• **TASK STATEMENT**: Count how many lines in the following data hold the word "claimed". Your answer is the number and nothing else.

Collected data:

func testCancel(t *testing.T, open func() jobs.Store) {
	s := open()
	ctx := context.Background()
	enqueue(t, s, "q", "sum")
	enqueue(t, s, "r", "sum")
	got, err := s.Cancel(ctx, "q")
	require.NoError(t, err)
	assert.Equal(t, jobs.Cancelled, got.State)
	r, ok, err := s.Claim(ctx, "w", []string{"sum"}, time.Minute)
	require.NoError(t, err)
	require.True(t, ok)
	assert.Equal(t, "r", r.ID, "a cancelled job is never claimed")
	_, err = s.Cancel(ctx, "r")
	require.NoError(t, err)
	assert.ErrorIs(t, s.Heartbeat(ctx, r.Lease(), 1, 3, time.Minute), jobs.ErrCancelled)
	assert.ErrorIs(t, s.Finish(ctx, r.Lease(), 3, 3, []byte(`{}`)), jobs.ErrCancelled)
	got, err = s.Job(ctx, "r")
	require.NoError(t, err)
	assert.Equal(t, jobs.Cancelled, got.State)
	assert.Nil(t, got.Result, "a cancelled job keeps no result")

	_, err = s.Cancel(ctx, "r")
	assert.Equal(t, check.CodeConflict, codeOf(err), "cancelling twice: %v", err)
	enqueue(t, s, "d", "sum")
	d, ok, err := s.Claim(ctx, "w", []string{"sum"}, time.Minute)
	require.NoError(t, err)
	require.True(t, ok)
	require.NoError(t, s.Finish(ctx, d.Lease(), 3, 3, []byte(`{"sum":1}`)))
	got, err = s.Cancel(ctx, "d")
	assert.Equal(t, check.CodeConflict, codeOf(err), "cancelling a done job: %v", err)
	assert.Equal(t, jobs.Done, got.State, "the conflict carries the job")
	got, err = s.Job(ctx, "d")
	require.NoError(t, err)
	assert.Equal(t, jobs.Done, got.State, "a done job stays done")
	_, err = s.Cancel(ctx, "nope")
	assert.Equal(t, check.CodeNotFound, codeOf(err))
}

func testFailRelease(t *testing.T, open func() jobs.Store) {
	s := open()
	ctx := context.Background()
	enqueue(t, s, "f", "sum")
	j, ok, err := s.Claim(ctx, "w", []string{"sum"}, time.Minute)
	require.NoError(t, err)
	require.True(t, ok)
	require.NoError(t, s.Release(ctx, j.Lease()))
	got, err := s.Job(ctx, "f")
	require.NoError(t, err)
	assert.Equal(t, jobs.Queued, got.State)
	j, ok, err = s.Claim(ctx, "w2", []string{"sum"}, time.Minute)
	require.NoError(t, err)
	require.True(t, ok, "a released job is claimed again at once")
	assert.Equal(t, 2, j.Attempt)
	require.NoError(t, s.Fail(ctx, j.Lease(), []byte(`{"title":"no"}`)))
	got, err = s.Job(ctx, "f")
	require.NoError(t, err)
	assert.Equal(t, jobs.Failed, got.State)
	assert.JSONEq(t, `{"title":"no"}`, string(got.Problem))
	assert.Nil(t, got.Result)
}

• **SOLUTION TO THIS TASK**: 2